**Problem details:**
Could every entry be set down once more, exactly as given?

#### Listed entries

def sum_profiles_with_derivatives(
    grid: np.ndarray,
    centers: np.ndarray,
    areas: np.ndarray,
    widths: np.ndarray,
    eta: float,
    *,
    value: np.ndarray | None = None,
    center: np.ndarray | None = None,
    width: np.ndarray | None = None,
) -> ProfileDerivatives:
    """:func:`sum_profiles` and, in the same pass over the windows, weighted sums of its
    per-line derivatives — the columns of a Jacobian by the chain rule.

    A parameter θ_k that moves line i's area, centre and FWHM by ∂a_i/∂θ_k = a_i·v_ki,
    ∂c_i/∂θ_k = c_ki and ∂w_i/∂θ_k = w_ki gives ∂profile/∂θ_k = ``columns[k]``. The profile
    is windowed exactly as in :func:`sum_profiles`, and the derivatives are those of the
    windowed sum (where a window edge crosses a grid point the windowed sum jumps by at most
    1/(1 + 4·40²) of a Lorentzian's height; that jump has no derivative and is left out).

    Parameters
    ----------
    grid : ndarray, shape (m,)
        Increasing, degrees 2θ.
    centers, areas, widths : ndarray, shape (n,)
        Line centres (degrees), areas, FWHM (degrees).
    eta : float
        Lorentzian fraction, 0–1.
    value, center, width : ndarray, shape (k, n), optional
        Per-line weights of the area (relative), centre and FWHM derivatives, one row per
        column wanted; those given must have the same k.

    Returns
    -------
    ProfileDerivatives
    """
    n = grid.shape[0]
    weights = [None if a is None else np.asarray(a, dtype=float) for a in (value, center, width)]
    k = next((a.shape[0] for a in weights if a is not None), 0)
    # The non-zero weight sets per column, so that a column pays only for the terms it uses.
    terms = [[(j, a[col]) for j, a in enumerate(weights) if a is not None and np.any(a[col])] for col in range(k)]
    parts = {}
    columns = np.zeros((k, n))
    for name, frac, half_window, shape in (
        ("lorentzian", eta, PROFILE_HALF_WINDOW, lorentzian_with_derivatives),
        ("gaussian", 1.0 - eta, GAUSSIAN_HALF_WINDOW, gaussian_with_derivatives),
    ):
        total = np.zeros(n)
        for rows, idx, valid in _windows(grid, centers, widths, half_window):
            # Padding past a window gets weight 0, so one flat index serves every bincount.
            # Work happens in place in a few block-sized buffers: for arrays of this size a
            # fresh allocation (page faults) costs more than the arithmetic.
            x = grid[idx]
            weight = areas[rows, None] * valid
            arrays = shape(x, centers[rows, None], widths[rows, None])
            for a in arrays:
                a *= weight
            flat = idx.ravel()
            total += np.bincount(flat, weights=arrays[0].ravel(), minlength=n)
            if frac == 0.0:
                continue
            vals, tmp = weight, x  # free now: reused as scratch
            for col, used in enumerate(terms):
                if used:
                    (j, wts), *rest = used
                    np.multiply(arrays[j], wts[rows, None], out=vals)
                    for j, wts in rest:
                        vals += np.multiply(arrays[j], wts[rows, None], out=tmp)
                    columns[col] += frac * np.bincount(flat, weights=vals.ravel(), minlength=n)
        parts[name] = total
    return ProfileDerivatives(
        profile=eta * parts["lorentzian"] + (1.0 - eta) * parts["gaussian"],
        eta=parts["lorentzian"] - parts["gaussian"],
        columns=columns,
    )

########

**Finished task:**
def sum_profiles_with_derivatives(
    grid: np.ndarray,
    centers: np.ndarray,
    areas: np.ndarray,
    widths: np.ndarray,
    eta: float,
    *,
    value: np.ndarray | None = None,
    center: np.ndarray | None = None,
    width: np.ndarray | None = None,
) -> ProfileDerivatives:
    """:func:`sum_profiles` and, in the same pass over the windows, weighted sums of its
    per-line derivatives — the columns of a Jacobian by the chain rule.

    A parameter θ_k that moves line i's area, centre and FWHM by ∂a_i/∂θ_k = a_i·v_ki,
    ∂c_i/∂θ_k = c_ki and ∂w_i/∂θ_k = w_ki gives ∂profile/∂θ_k = ``columns[k]``. The profile
    is windowed exactly as in :func:`sum_profiles`, and the derivatives are those of the
    windowed sum (where a window edge crosses a grid point the windowed sum jumps by at most
    1/(1 + 4·40²) of a Lorentzian's height; that jump has no derivative and is left out).

    Parameters
    ----------
    grid : ndarray, shape (m,)
        Increasing, degrees 2θ.
    centers, areas, widths : ndarray, shape (n,)
        Line centres (degrees), areas, FWHM (degrees).
    eta : float
        Lorentzian fraction, 0–1.
    value, center, width : ndarray, shape (k, n), optional
        Per-line weights of the area (relative), centre and FWHM derivatives, one row per
        column wanted; those given must have the same k.

    Returns
    -------
    ProfileDerivatives
    """
    n = grid.shape[0]
    weights = [None if a is None else np.asarray(a, dtype=float) for a in (value, center, width)]
    k = next((a.shape[0] for a in weights if a is not None), 0)
    # The non-zero weight sets per column, so that a column pays only for the terms it uses.
    terms = [[(j, a[col]) for j, a in enumerate(weights) if a is not None and np.any(a[col])] for col in range(k)]
    parts = {}
    columns = np.zeros((k, n))
    for name, frac, half_window, shape in (
        ("lorentzian", eta, PROFILE_HALF_WINDOW, lorentzian_with_derivatives),
        ("gaussian", 1.0 - eta, GAUSSIAN_HALF_WINDOW, gaussian_with_derivatives),
    ):
        total = np.zeros(n)
        for rows, idx, valid in _windows(grid, centers, widths, half_window):
            # Padding past a window gets weight 0, so one flat index serves every bincount.
            # Work happens in place in a few block-sized buffers: for arrays of this size a
            # fresh allocation (page faults) costs more than the arithmetic.
            x = grid[idx]
            weight = areas[rows, None] * valid
            arrays = shape(x, centers[rows, None], widths[rows, None])
            for a in arrays:
                a *= weight
            flat = idx.ravel()
            total += np.bincount(flat, weights=arrays[0].ravel(), minlength=n)
            if frac == 0.0:
                continue
            vals, tmp = weight, x  # free now: reused as scratch
            for col, used in enumerate(terms):
                if used:
                    (j, wts), *rest = used
                    np.multiply(arrays[j], wts[rows, None], out=vals)
                    for j, wts in rest:
                        vals += np.multiply(arrays[j], wts[rows, None], out=tmp)
                    columns[col] += frac * np.bincount(flat, weights=vals.ravel(), minlength=n)
        parts[name] = total
    return ProfileDerivatives(
        profile=eta * parts["lorentzian"] + (1.0 - eta) * parts["gaussian"],
        eta=parts["lorentzian"] - parts["gaussian"],
        columns=columns,
    )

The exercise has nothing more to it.